The Cuban government blasted the State Department findings, saying the report was based on falsehoods.
"This accusation forms part of a campaign by Washington to discredit Cuba’s international cooperation efforts in the sphere of healthcare, for which Cuba has received recognition by dozens of governments and the gratitude of the populations which have benefited from it," Cuba's ministry of foreign affairs said.
Corrales said Cuba likely had to keep sending doctors and nurses abroad during the pandemic, even if that has now come back to haunt them.
"The government makes huge profits from these missions," he said.
That source of revenue has likely become critical during the pandemic, with tourism and other parts of Cuba's economy shut down.
"The pandemic has been devastating in Cuba," said Bob Schwartz, executive director of Global Health Partners, a nonprofit that sends medical assistance to Cuba and other countries.
The U.S. embargo
However, Cuba's medical missions program and its COVID crisis are not as "black and white" as some critics suggest, Schwartz said.
"The reality is Cuba has more than enough doctors in country right now to handle the pandemic," he said. "What they don't have is ... the medicines or the equipment that they need."
The economic fallout of the lockdowns has fueled the food and medicine shortages, Schwartz said, and the situation has been "exacerbated" by the U.S. embargo. Although U.S. trade restrictions include exemptions for medical and humanitarian assistance, many American companies don't want to go through the hassle of getting an export license to ship goods to Cuba, he said.
As Cuba tries to vaccinate its population, Schwartz said it has run up against a critical shortage of syringes, which is particularly problematic given its vaccine requires three doses.
He and others say the protests are an opportunity for the Biden administration to ease U.S. restrictions on trade, travel and remittances.
"The irony is that, in the last 16 months, the pandemic has created the necessary conditions for protests against the government that a 59-year, wrong-minded and bone-headed American embargo was never able to achieve," said Rep. Bobby Rush, an Illinois Democrat and longtime critic of the hardline U.S. policy toward Cuba.

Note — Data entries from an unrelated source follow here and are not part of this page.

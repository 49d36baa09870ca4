import { zodResolver } from '@hookform/resolvers/zod';
import {
  Alert,
  Button,
  Dialog,
  DialogActions,
  DialogContent,
  DialogTitle,
  FormControlLabel,
  List,
  ListItem,
  ListItemText,
  Radio,
  RadioGroup,
  TextField,
  Typography,
} from '@mui/material';
import {
  type ReviewInput,
  reviewInputSchema,
  type ReviewQueueItem,
  reviewStatusLabels,
  reviewStatusSchema,
} from '@upstroke/contracts';
import type { z } from 'zod';
import { Controller, useForm } from 'react-hook-form';
import { useReviewHistory } from '../api/get-review-history';
import { useSaveReview } from '../api/save-review';
import { useDisplayFormat } from '../../../hooks/use-display-format';
import { RecordSummary } from './record-summary';

interface Props {
  item: ReviewQueueItem;
  onClose: () => void;
}

/**
 * The record's measures and findings (with a link to its Debrief), then its review status
 * with a comment; earlier entries stay listed below.
 */
export function ReviewDialog({ item, onClose }: Props) {
  const history = useReviewHistory(item.resuscitationId);
  const save = useSaveReview(item.resuscitationId);
  const { dateTime } = useDisplayFormat(item.siteId);
  const form = useForm<z.input<typeof reviewInputSchema>, unknown, ReviewInput>({
    resolver: zodResolver(reviewInputSchema),
    defaultValues: { status: 'reviewed', comment: '' },
  });
  const submit = form.handleSubmit((input) =>
    save.mutateAsync(input).then(onClose, () => undefined),
  );
  return (
    <Dialog open onClose={onClose} fullWidth maxWidth="md" aria-labelledby="review-title">
      <form onSubmit={(e) => void submit(e)} noValidate>
        <DialogTitle id="review-title">
          Review of the arrest on {dateTime(item.arrestAt)}
        </DialogTitle>
        <DialogContent>
          <RecordSummary resuscitationId={item.resuscitationId} />
          {save.error ? <Alert severity="error">{save.error.message}</Alert> : null}
          <Controller
            name="status"
            control={form.control}
            render={({ field }) => (
              <RadioGroup {...field} aria-label="Review status" row>
                {reviewStatusSchema.options.map((v) => (
                  <FormControlLabel
                    key={v}
                    value={v}
                    control={<Radio />}
                    label={reviewStatusLabels[v]}
                  />
                ))}
              </RadioGroup>
            )}
          />
          <TextField
            {...form.register('comment')}
            label="Comment"
            multiline
            minRows={3}
            fullWidth
            margin="normal"
            error={Boolean(form.formState.errors.comment)}
            helperText={form.formState.errors.comment?.message}
          />
          <Typography variant="h3" component="h3" sx={{ mt: 2 }}>
            History
          </Typography>
          <List dense aria-label="Review history">
            {(history.data?.items ?? []).map((r) => (
              <ListItem key={r.id}>
                <ListItemText
                  primary={`${reviewStatusLabels[r.status]} — ${r.reviewerName}, ${dateTime(r.at)}`}
                  secondary={r.comment || 'No comment'}
                />
              </ListItem>
            ))}
            {history.data?.items.length === 0 ? (
              <ListItem>
                <ListItemText primary="Not reviewed yet" />
              </ListItem>
            ) : null}
          </List>
        </DialogContent>
        <DialogActions>
          <Button onClick={onClose}>Cancel</Button>
          <Button type="submit" variant="contained" disabled={save.isPending}>
            Save review
          </Button>
        </DialogActions>
      </form>
    </Dialog>
  );
}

Corrales said the U.S. embargo certainly has not helped the situation in Cuba. But he said the Cuban government's own restrictions – on everything from freedom of expression to private sector activities – created the conditions for the protests.
"Cubans live under one of the harshest dictatorships. People are watched all the time. The state holds a monopoly over the most important jobs. There are horrible restrictions on what self-employed people can do, and who can even become self-employed," he said.
The pandemic just provided a spark for Cubans to demand what they've long wanted, he said: Freedom.